Dan Geer: Things that need no appropriations are outside the system of checks and balances.
Decius: The police and the military are increasingly tribes of their own, separate from the rest of us ...
Rustin Cohle: Of course I'm dangerous. I'm police. I can do terrible things to people with impunity.
Ta-Nehisi Coates: When the police brutalize people, we are forgiving because ultimately we are really just forgiving ourselves. Power, decoupled from responsibility, is what we seek. The citizen who needs to look away generally finds a reason.
Rustin Cohle: People incapable of guilt usually do have a good time.

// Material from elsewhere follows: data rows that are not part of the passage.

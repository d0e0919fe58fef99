"""A field that nobody foresaw, added to a copy of the repository in the one place where fields stand.

It then has to turn up in the phone's form, in the store, in every export and in the dictionary.
What the field is differs from run to run; the seed of the run (pytest-randomly prints it) brings it back.
"""

from __future__ import annotations

import csv
import json
import os
import random
import shutil
import sqlite3
import subprocess
import sys
from collections.abc import Callable
from dataclasses import dataclass
from pathlib import Path
from typing import Any

import gpxpy
import pyogrio.raw
import pytest
from playwright.sync_api import Page, expect

from tests.browser import walk
from tests.browser.conftest import Phone
from tests.conftest import ROOT, Server

PARTS = ("fieldlog", "static", "templates", "demo_survey")
LETTERS = "bcdfghjklmnprstvz"


@dataclass(frozen=True)
class MadeUp:
    """A field, how it is declared, what is filled in, and the value that this means."""

    name: str
    label: str
    type: str
    measure: bool
    typed: str
    value: Any

    @property
    def declaration(self) -> str:
        more = {
            "number": 'unit="kPa", minimum=0, maximum=900, decimals=2, ', "integer": "minimum=0, maximum=900, ",
            "choice": 'vocabulary="sorting", ',
        }.get(self.type, "")
        return (
            f'Field(name="{self.name}", type="{self.type}", label="{self.label}", group="record", {more}'
            f'measure={self.measure}, help="Made up: {self.name}."),'
        )


def made_up() -> MadeUp:
    word = "".join(random.choice(LETTERS) + random.choice("aeiou") for _ in range(4))
    kind = random.choice(["number", "integer", "direction", "orientation", "choice", "text", "flag", "time", "names"])
    number = random.randrange(1, 179)
    typed, value = {
        "number": (f"{number}.25", number + 0.25), "integer": (str(number), number), "direction": (str(number), number),
        "orientation": (str(number), number), "choice": ("well sorted", "well"), "text": (f"سهل {number}", f"سهل {number}"),
        "flag": ("", True), "time": ("2026-03-04T05:06:07", "2026-03-04T05:06:07Z"),
        "names": ("ab, cd", ["ab", "cd"]),
    }[kind]
    measure = kind in ("number", "integer", "direction", "orientation", "choice") and random.random() < 0.5
    return MadeUp(word, word.capitalize(), kind, measure, str(typed), value)


def run(copy: Path, *command: str, **environment: str) -> str:
    done = subprocess.run(
        [sys.executable, "-m", *command], cwd=copy, capture_output=True, text=True, encoding="utf-8", check=False,
        timeout=120, env={**os.environ, "PYTHONPATH": str(copy), **environment},
    )
    assert done.returncode == 0, done.stderr
    return done.stdout


@pytest.fixture
def copy(tmp_path: Path) -> Path:
    """The repository's own files, to be changed."""
    target = tmp_path / "copy"
    for part in PARTS:
        shutil.copytree(ROOT / part, target / part, ignore=shutil.ignore_patterns("__pycache__"))
    return target


def declare(copy: Path, field: MadeUp) -> None:
    """The edit that DEVELOPERS.md describes, and its two commands."""
    sheet = copy / "fieldlog" / "sheet" / "observation.py"
    text = sheet.read_text(encoding="utf-8")
    before = '        Field(name="note",'
    assert text.count(before) == 1
    sheet.write_text(text.replace(before, f"        {field.declaration}\n{before}"), encoding="utf-8")
    run(copy, "fieldlog.sheet.generate")
    versions = set((copy / "fieldlog/store/migrations/versions").glob("*.py"))
    run(copy, "fieldlog.cli.main", "migration", field.name)
    added = set((copy / "fieldlog/store/migrations/versions").glob("*.py")) - versions
    assert len(added) == 1
    assert field.name in added.pop().read_text(encoding="utf-8")


def fill_in(page: Page, field: MadeUp) -> None:
    opens = page.get_by_role("button", name=field.label if field.measure else "Record").first
    if opens.get_attribute("aria-expanded") == "false":
        opens.click()
    if field.type == "choice":
        page.get_by_role("group", name=field.label, exact=True).locator(f"[data-value={field.value}]").click()
    elif field.type == "flag":
        page.get_by_role("checkbox", name=field.label).check()
    else:
        page.get_by_label(f"{field.label}, UTC" if field.type == "time" else field.label, exact=True).fill(field.typed)


@pytest.mark.timeout(240)
def test_a_made_up_field_arrives_everywhere(
    copy: Path, new_server: Callable[..., Server], new_phone: Callable[..., Phone], desk: Page, tmp_path: Path
) -> None:
    field = made_up()
    declare(copy, field)
    server = new_server(root=copy).start(PYTHONPATH=str(copy))
    walk.become_lead(desk, server.log())
    survey = walk.create_survey(desk, server.address, name="Made up", time_zone="Etc/GMT-4", target_half_width_deg="10")
    walk.add_site(desk, server.address, survey, name="Comb 1", lat_deg="-19.9462", lon_deg="66.0318")
    code = walk.joining_code(desk, server.address, survey)

    page = new_phone().open(f"{server.address}/phone/#join={code}")
    walk.join_by_name(page, "Ysolde")
    walk.choose_site(page, "Comb 1")
    walk.type_number(page, "Crest bearing", "052")
    walk.say(page, "Read from", "magnetic")
    fill_in(page, field)
    walk.save(page)
    expect(page.locator("button.save")).to_contain_text("Saved")
    walk.go(page, "Hand over")
    expect(page.get_by_text("base has everything")).to_be_visible(timeout=30_000)

    check_store(server, field)
    check_exports(copy, server, survey, field, tmp_path)
    desk.goto(f"{server.address}/dictionary#observation-{field.name}")
    expect(desk.locator(f"#observation-{field.name}")).to_contain_text(f"Made up: {field.name}.")
    run(copy, "fieldlog.cli.main", "check", ERGBOOK_DATA_DIR=str(server.data_dir))


def check_store(server: Server, field: MadeUp) -> None:
    store = sqlite3.connect(server.data_dir / "ergbook.sqlite")
    (kept,) = store.execute(f"SELECT {field.name} FROM observation").fetchone()
    said = [json.loads(text)["set"] for (text,) in store.execute("SELECT text FROM ledger_entry")]
    store.close()
    assert field.value in [entry[field.name] for entry in said if field.name in entry], field
    if field.type == "time":
        assert str(kept).startswith("2026-03-04 05:06:07"), field
    else:
        assert (json.loads(kept) if field.type == "names" else kept) == field.value, field


def check_exports(copy: Path, server: Server, survey: str, field: MadeUp, folder: Path) -> None:
    files = {ending: folder / f"out.{ending}" for ending in ("csv", "geojson", "gpx", "gpkg")}
    for file in files.values():
        run(copy, "fieldlog.cli.main", "export", survey, "--to", str(file), ERGBOOK_DATA_DIR=str(server.data_dir))
    with files["csv"].open(encoding="utf-8-sig", newline="") as text:
        (row,) = csv.DictReader(text)
    (feature,) = json.loads(files["geojson"].read_text(encoding="utf-8"))["features"]
    assert feature["properties"][field.name] == field.value, field
    meta, _, _, columns = pyogrio.raw.read(files["gpkg"], layer="observations")
    cell = columns[list(meta["fields"]).index(field.name)][0]
    told = gpxpy.parse(files["gpx"].read_text(encoding="utf-8")).waypoints[-1].description or ""
    assert f"{field.label}: " in told, field
    if field.type in ("number", "integer", "direction", "orientation"):
        assert float(row[field.name]) == cell == field.value, field
        assert f"{field.label}: {field.value:g}" in told, field
    elif field.type in ("choice", "text"):
        assert row[field.name] == cell == field.value, field
        assert f"{field.label}: {field.typed}" in told, field
    else:
        assert row[field.name], field
        assert cell, field
    meta, _, _, columns = pyogrio.raw.read(files["gpkg"], layer="data_dictionary")
    assert any(field.name in set(column) for column in columns), field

David Cole: These programs are best understood not as unique to Obama or Bush, or even the United States, but as reflections of how the world is changing in ways that threaten not only fundamental human rights to life and privacy, but the essence of democracy itself. As such, they raise questions that will not go away under this president or the next, but that will with increasing urgency confront nations around the world. James Comey and Robert Hannigan have ... called for public debate on terrorism and technology. It is disappointing, if not surprising, that they see a need for public debate only when new technologies may impair their ability to monitor us, and not when such technologies enhance their monitoring.
James Fallows: As a country, America has been at war nonstop for the past 13 years. As a public, it has not. What happens to all institutions that escape serious external scrutiny and engagement has happened to our military. For democracies, messy debates are less damaging in the long run than letting important functions run on autopilot, as our military essentially does now.
Rory Stewart: Nothing is ultimately more damaging to the military than absence of criticism.
Charles J. Dunlap Jr., a retired Air Force major general who now teaches at Duke law school: It's becoming increasingly tribal, in the sense that more and more people in the military are coming from smaller and smaller groups. It's become a family tradition, in a way that's at odds with how we want to think a democracy spreads the burden.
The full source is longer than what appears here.